[Dataset extract]
# name: (restype, argtypes). Strings handed to us through char** stay c_void_p
# so that we can give the same pointer back to nmr_string_free.
SIGNATURES = {
    "nmr_version_number": (ctypes.c_int, []),
    "nmr_version_string": (ctypes.c_char_p, []),
    "nmr_status_string": (ctypes.c_char_p, [ctypes.c_int]),
    "nmr_context_new": (ctypes.c_int, [vpp, ctypes.c_char_p]),
    "nmr_context_free": (None, [vp]),
    "nmr_context_last_error": (ctypes.c_char_p, [vp]),
    "nmr_context_tables_version": (ctypes.c_char_p, [vp]),
    "nmr_context_add_reference": (ctypes.c_int, [vp, ctypes.c_char_p]),
    "nmr_context_set_option_double": (ctypes.c_int, [vp, ctypes.c_int, ctypes.c_double]),
    "nmr_context_get_option_double": (ctypes.c_int, [vp, ctypes.c_int, ctypes.POINTER(ctypes.c_double)]),
    "nmr_context_set_option_string": (ctypes.c_int, [vp, ctypes.c_int, ctypes.c_char_p]),
    "nmr_context_get_option_string": (ctypes.c_int, [vp, ctypes.c_int, c_char_pp]),
    "nmr_predict": (ctypes.c_int, [vpp, vp, ctypes.c_char_p, ctypes.c_char_p]),
    "nmr_result_free": (None, [vp]),
    "nmr_result_tables_version": (ctypes.c_char_p, [vp]),
    "nmr_result_record_count": (ctypes.c_size_t, [vp]),
    "nmr_result_failed_count": (ctypes.c_size_t, [vp]),
    "nmr_result_record_status": (ctypes.c_int, [vp, ctypes.c_size_t]),
    "nmr_result_record_error": (ctypes.c_char_p, [vp, ctypes.c_size_t]),
    "nmr_result_record_title": (ctypes.c_char_p, [vp, ctypes.c_size_t]),
    "nmr_result_warning_count": (ctypes.c_size_t, [vp, ctypes.c_size_t]),
    "nmr_result_warning": (ctypes.c_char_p, [vp, ctypes.c_size_t, ctypes.c_size_t]),
    "nmr_result_atom_count": (ctypes.c_size_t, [vp, ctypes.c_size_t]),
    "nmr_result_heavy_atom_count": (ctypes.c_size_t, [vp, ctypes.c_size_t]),
    "nmr_result_class_count": (ctypes.c_size_t, [vp, ctypes.c_size_t]),
    "nmr_result_topological_class_count": (ctypes.c_size_t, [vp, ctypes.c_size_t]),
    "nmr_result_atom_element": (ctypes.c_int, [vp, ctypes.c_size_t, ctypes.c_size_t, c_int_p, c_char_pp]),
    "nmr_result_atom_isotope": (ctypes.c_int, [vp, ctypes.c_size_t, ctypes.c_size_t, c_int_p]),
    "nmr_result_atom_charge": (ctypes.c_int, [vp, ctypes.c_size_t, ctypes.c_size_t, c_int_p]),
    "nmr_result_atom_attached_to": (ctypes.c_int, [vp, ctypes.c_size_t, ctypes.c_size_t,
                                                   ctypes.POINTER(ctypes.c_ssize_t)]),
    "nmr_result_atom_class": (ctypes.c_int, [vp, ctypes.c_size_t, ctypes.c_size_t, c_size_p]),
    "nmr_result_atom_topological_class": (ctypes.c_int, [vp, ctypes.c_size_t, ctypes.c_size_t, c_size_p]),
    "nmr_result_atom_hose": (ctypes.c_int, [vp, ctypes.c_size_t, ctypes.c_size_t, c_char_pp]),
    "nmr_result_atom_shift": (ctypes.c_int, [vp, ctypes.c_size_t, ctypes.c_size_t, c_double_p, c_double_p]),
    "nmr_result_atom_shift_method": (ctypes.c_int, [vp, ctypes.c_size_t, ctypes.c_size_t, c_char_pp]),
    "nmr_result_atom_shift_reference_count": (ctypes.c_int, [vp, ctypes.c_size_t, ctypes.c_size_t, c_size_p]),
    "nmr_result_atom_shift_reference": (ctypes.c_int, [vp, ctypes.c_size_t, ctypes.c_size_t, ctypes.c_size_t,
                                                       c_char_pp]),
    "nmr_result_atom_exchangeable": (ctypes.c_int, [vp, ctypes.c_size_t, ctypes.c_size_t, c_int_p, c_int_p]),
    "nmr_result_solvent": (ctypes.c_char_p, [vp, ctypes.c_size_t]),
    "nmr_result_signal_count": (ctypes.c_size_t, [vp, ctypes.c_size_t, ctypes.c_int]),
    "nmr_result_signal_shift": (ctypes.c_int, [vp, ctypes.c_size_t, ctypes.c_int, ctypes.c_size_t, c_double_p,
                                               c_double_p]),
    "nmr_result_signal_attached_h": (ctypes.c_int, [vp, ctypes.c_size_t, ctypes.c_int, ctypes.c_size_t, c_int_p]),
    "nmr_result_signal_method": (ctypes.c_int, [vp, ctypes.c_size_t, ctypes.c_int, ctypes.c_size_t, c_char_pp]),
    "nmr_result_signal_integral": (ctypes.c_int, [vp, ctypes.c_size_t, ctypes.c_int, ctypes.c_size_t, c_int_p]),
    "nmr_result_signal_exchangeable": (ctypes.c_int, [vp, ctypes.c_size_t, ctypes.c_int, ctypes.c_size_t,
                                                      c_int_p]),
    "nmr_result_signal_atom_count": (ctypes.c_size_t, [vp, ctypes.c_size_t, ctypes.c_int, ctypes.c_size_t]),
    "nmr_result_signal_atom": (ctypes.c_int, [vp, ctypes.c_size_t, ctypes.c_int, ctypes.c_size_t, ctypes.c_size_t,
                                              c_size_p]),
    "nmr_result_to_json": (ctypes.c_int, [vp, vpp]),
    "nmr_result_record_to_json": (ctypes.c_int, [vp, ctypes.c_size_t, vpp]),
    "nmr_string_free": (None, [vp]),
    # couplings, spectra, measured data and matching
    "nmr_result_coupling_count": (ctypes.c_size_t, [vp, ctypes.c_size_t]),
    "nmr_result_coupling": (ctypes.c_int, [vp, ctypes.c_size_t, ctypes.c_size_t, c_size_p, c_size_p, c_double_p]),
    "nmr_result_coupling_detail": (ctypes.c_int, [vp, ctypes.c_size_t, ctypes.c_size_t, c_int_p, c_double_p,
                                                  c_char_pp]),
    "nmr_result_signal_multiplicity": (ctypes.c_int, [vp, ctypes.c_size_t, ctypes.c_int, ctypes.c_size_t,
                                                      c_char_pp]),
    "nmr_result_signal_j_count": (ctypes.c_size_t, [vp, ctypes.c_size_t, ctypes.c_int, ctypes.c_size_t]),
    "nmr_result_signal_j": (ctypes.c_int, [vp, ctypes.c_size_t, ctypes.c_int, ctypes.c_size_t, ctypes.c_size_t,
                                           c_double_p]),
    "nmr_result_signal_line_count": (ctypes.c_size_t, [vp, ctypes.c_size_t, ctypes.c_int, ctypes.c_size_t]),
    "nmr_result_signal_lines": (ctypes.c_int, [vp, ctypes.c_size_t, ctypes.c_int, ctypes.c_size_t, c_double_p,
                                               c_double_p, c_double_p, ctypes.c_size_t]),
    "nmr_simulate_json": (ctypes.c_int, [vpp, vp, ctypes.c_char_p]),
    "nmr_result_simulate": (ctypes.c_int, [vpp, vp, vp, ctypes.c_size_t, ctypes.c_int]),
    "nmr_spectrum_free": (None, [vp]),
    "nmr_spectrum_nucleus": (ctypes.c_int, [vp]),
    "nmr_spectrum_observe_mhz": (ctypes.c_double, [vp]),
    "nmr_spectrum_line_count": (ctypes.c_size_t, [vp]),
    "nmr_spectrum_lines": (ctypes.c_int, [vp, c_double_p, c_double_p, c_double_p, ctypes.c_size_t]),
    "nmr_spectrum_multiplet_count": (ctypes.c_size_t, [vp]),
    "nmr_spectrum_multiplet_label": (ctypes.c_int, [vp, ctypes.c_size_t, c_char_pp]),
    "nmr_spectrum_multiplet_ppm": (ctypes.c_int, [vp, ctypes.c_size_t, c_double_p, c_double_p, c_double_p]),
    "nmr_spectrum_multiplet_integral": (ctypes.c_int, [vp, ctypes.c_size_t, c_double_p]),
    "nmr_spectrum_multiplet_j_count": (ctypes.c_size_t, [vp, ctypes.c_size_t]),
    "nmr_spectrum_multiplet_j": (ctypes.c_int, [vp, ctypes.c_size_t, ctypes.c_size_t, c_double_p]),
    "nmr_spectrum_multiplet_atom_count": (ctypes.c_size_t, [vp, ctypes.c_size_t]),
    "nmr_spectrum_multiplet_atom": (ctypes.c_int, [vp, ctypes.c_size_t, ctypes.c_size_t, c_size_p]),
    "nmr_spectrum_warning_count": (ctypes.c_size_t, [vp]),
    "nmr_spectrum_warning": (ctypes.c_char_p, [vp, ctypes.c_size_t]),
    "nmr_spectrum_default_points": (ctypes.c_size_t, [vp]),
    "nmr_spectrum_sample": (ctypes.c_int, [vp, c_double_p, c_double_p, ctypes.c_size_t]),
    "nmr_spectrum_to_jcamp": (ctypes.c_int, [vp, vpp]),
    "nmr_spectrum_to_svg": (ctypes.c_int, [vp, vpp]),
    "nmr_spectrum_to_json": (ctypes.c_int, [vp, vpp]),
    "nmr_measured_format": (ctypes.c_int, [vpp, vp, ctypes.c_char_p]),
    "nmr_match": (ctypes.c_int, [vpp, vp, ctypes.c_char_p, ctypes.c_char_p, ctypes.POINTER(ctypes.c_char_p),
                                 ctypes.c_size_t]),
    "nmr_match_result_free": (None, [vp]),
    "nmr_match_candidate_count": (ctypes.c_size_t, [vp]),
    "nmr_match_candidate_status": (ctypes.c_int, [vp, ctypes.c_size_t]),
    "nmr_match_candidate_error": (ctypes.c_char_p, [vp, ctypes.c_size_t]),
    "nmr_match_candidate_title": (ctypes.c_char_p, [vp, ctypes.c_size_t]),
    "nmr_match_ranked_count": (ctypes.c_size_t, [vp]),
    "nmr_match_ranked": (ctypes.c_int, [vp, ctypes.c_size_t, c_size_p]),
    "nmr_match_score": (ctypes.c_int, [vp, ctypes.c_size_t, c_double_p]),
    "nmr_match_probability": (ctypes.c_int, [vp, ctypes.c_size_t, c_double_p]),
    "nmr_match_verdict": (ctypes.c_int, [vp, ctypes.c_size_t, c_char_pp]),
    "nmr_match_reason_count": (ctypes.c_size_t, [vp, ctypes.c_size_t]),
    "nmr_match_reason": (ctypes.c_char_p, [vp, ctypes.c_size_t, ctypes.c_size_t]),
    "nmr_match_margin": (ctypes.c_int, [vp, c_double_p]),
    "nmr_match_to_json": (ctypes.c_int, [vp, vpp]),
}
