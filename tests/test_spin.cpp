// Spin-system simulation (nmrpred/spin.hpp): closed forms of small spin
// systems, first-order patterns, magnetic equivalence, the cap on exact
// clusters, molecules, and bad input.
//
// Sources of the expected values:
//  [AB]     The AB quartet: lines at centre +- (C + J)/2 and centre +- (C - J)/2
//           with C = sqrt(dnu^2 + J^2); inner/outer intensity ratio
//           (1 + sin 2theta)/(1 - sin 2theta) with sin 2theta = J/C.
//           H. Gunther, "NMR Spectroscopy", 3rd ed., Wiley-VCH 2013, ch. 4;
//           R. J. Abraham, J. Fisher, P. Loftus, "Introduction to NMR
//           Spectroscopy", Wiley 1988, ch. 3 (from memory).
//  [AAXX]   The A half of AA'XX' (Gunther, ch. 4; Abraham/Fisher/Loftus, ch. 3;
//           from memory): with N = J_AX + J_AX', L = J_AX - J_AX',
//           K = J_AA' + J_XX', M = J_AA' - J_XX' it is symmetric about nu_A
//           with lines at +-N/2, +-(sqrt(K^2 + L^2) +- K)/2 and
//           +-(sqrt(M^2 + L^2) +- M)/2: ten lines, the two N lines strongest.
//  [CP]     Common practice (any NMR text): n equivalent spin-1/2 neighbours
//           split a signal into n + 1 lines with binomial intensities
//           (Pascal's triangle; 1:2:1 triplet, 1:3:3:1 quartet); one spin-1
//           neighbour (2H) gives a 1:1:1 triplet (2I + 1 equally populated
//           states); integrals are proportional to the number of nuclei;
//           spins with no coupling give one line at their shift; chemically
//           and magnetically equivalent spins give one line whatever their
//           mutual coupling; first-order labels (s, d, t, q, ..., dd, br s);
//           proton-decoupled 13C spectra show couplings to 19F; exchangeable
//           OH protons appear as broad singlets; the AA'XX' halves of a
//           para-disubstituted benzene are reported as doublets with
//           J of about the ortho coupling (how papers write such rings), and
//           a strongly coupled ABC or AA'BB' as a multiplet.
//  [PRETSCH] E. Pretsch, P. Buhlmann, M. Badertscher, "Structure Determination
//           of Organic Compounds", 4th ed., Springer 2009, 1H NMR chapter:
//           aromatic H,H couplings ortho 6.5-9.5, meta 1-3, para 0-1 Hz;
//           shifts of para-disubstituted benzenes (from memory).
#include <algorithm>
#include <chrono>
#include <cmath>
#include <memory>
#include <numeric>
#include <string>
#include <vector>

#include <doctest/doctest.h>
#include <nlohmann/json.hpp>

#include <nmrpred/error.hpp>
#include <nmrpred/io.hpp>
#include <nmrpred/predict.hpp>
#include <nmrpred/spin.hpp>

#include "check.hpp"
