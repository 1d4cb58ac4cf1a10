import { blockageRequestSchema } from '$lib/schemas/calc';
import { calculationEndpoint } from '$lib/server/api';
import { blockageFromRequest } from '$lib/server/calculations';

export const POST = calculationEndpoint(blockageRequestSchema, blockageFromRequest);
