import type { PaymentService } from './service';

let running: PaymentService | undefined;

export function setPaymentService(service: PaymentService): void {
	running = service;
}

/** The app's payment service, opened by `startPayments` in hooks init. */
export function paymentService(): PaymentService {
	if (!running) throw new Error('Payments are not started: call startPayments in hooks init.');
	return running;
}
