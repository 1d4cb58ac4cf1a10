import { and, eq } from 'drizzle-orm';
import { randomBytes } from 'node:crypto';
import type Stripe from 'stripe';
import type { DbOrTx } from '../db/open';
import { fakeCheckoutSession } from '../db/schema';

export type FakeSession = typeof fakeCheckoutSession.$inferSelect;

export type NewFakeSession = {
	amount_minor: number;
	currency: string;
	description: string;
	metadata: Record<string, string>;
	clientReferenceId: string | null;
	successUrl: string;
	cancelUrl: string;
};

/**
 * The stand-in keeps `client_reference_id` inside the stored metadata under a key the service
 * never allows in metadata (square brackets), so the two cannot collide.
 */
const CLIENT_REFERENCE_KEY = '[client_reference_id]';

/** Where a person's browser pays a stand-in session: a page of the app itself. */
export const TEST_CHECKOUT_PATH = '/payments/test-checkout';

export function createFakeSession(db: DbOrTx, session: NewFakeSession): FakeSession {
	const { clientReferenceId, metadata, ...rest } = session;
	return db
		.insert(fakeCheckoutSession)
		.values({
			...rest,
			id: `cs_test_${randomBytes(24).toString('hex')}`,
			metadata: clientReferenceId
				? { ...metadata, [CLIENT_REFERENCE_KEY]: clientReferenceId }
				: metadata
		})
		.returning()
		.get();
}

export function findFakeSession(db: DbOrTx, id: string): FakeSession | undefined {
	return db.select().from(fakeCheckoutSession).where(eq(fakeCheckoutSession.id, id)).get();
}

/** Marks an open session paid; false when it had already ended, so it is paid at most once. */
export function completeFakeSession(db: DbOrTx, id: string): boolean {
	const changed = db
		.update(fakeCheckoutSession)
		.set({ status: 'complete', paymentStatus: 'paid' })
		.where(and(eq(fakeCheckoutSession.id, id), eq(fakeCheckoutSession.status, 'open')))
		.run();
	return changed.changes === 1;
}

/**
 * The session as the service's API answers it: the fields the app reads, the rest of the
 * object's shape filled with what a payment-mode session without a customer carries.
 */
export function sessionObject(session: FakeSession): Stripe.Checkout.Session {
	const { [CLIENT_REFERENCE_KEY]: clientReferenceId, ...metadata } = session.metadata;
	const open = session.status === 'open';
	const shape = {
		id: session.id,
		object: 'checkout.session',
		livemode: false,
		mode: 'payment',
		created: Math.floor(session.createdAt.getTime() / 1000),
		amount_subtotal: session.amount_minor,
		amount_total: session.amount_minor,
		currency: session.currency,
		metadata,
		client_reference_id: clientReferenceId ?? null,
		success_url: session.successUrl,
		cancel_url: session.cancelUrl,
		status: session.status,
		payment_status: session.paymentStatus,
		// The service gives the page's address only while the session can still be paid.
		url: open ? new URL(`${TEST_CHECKOUT_PATH}/${session.id}`, session.successUrl).href : null,
		customer: null,
		customer_details: null,
		payment_intent: null
	};
	// Only these fields exist in the stand-in; the SDK's type lists every field of the service.
	return shape as unknown as Stripe.Checkout.Session;
}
[/Dataset extract]
Your objective.
Of the lines above, output exactly those from the line bearing "export function paymentService(): PaymentService" through the line bearing "export type NewFakeSession", inclusive.

Answer to the problem.
export function paymentService(): PaymentService {
	if (!running) throw new Error('Payments are not started: call startPayments in hooks init.');
	return running;
}
repository 1d4cb58ac4cf1a10
import { and, eq } from 'drizzle-orm';
import { randomBytes } from 'node:crypto';
import type Stripe from 'stripe';
import type { DbOrTx } from '../db/open';
import { fakeCheckoutSession } from '../db/schema';

export type FakeSession = typeof fakeCheckoutSession.$inferSelect;

export type NewFakeSession = {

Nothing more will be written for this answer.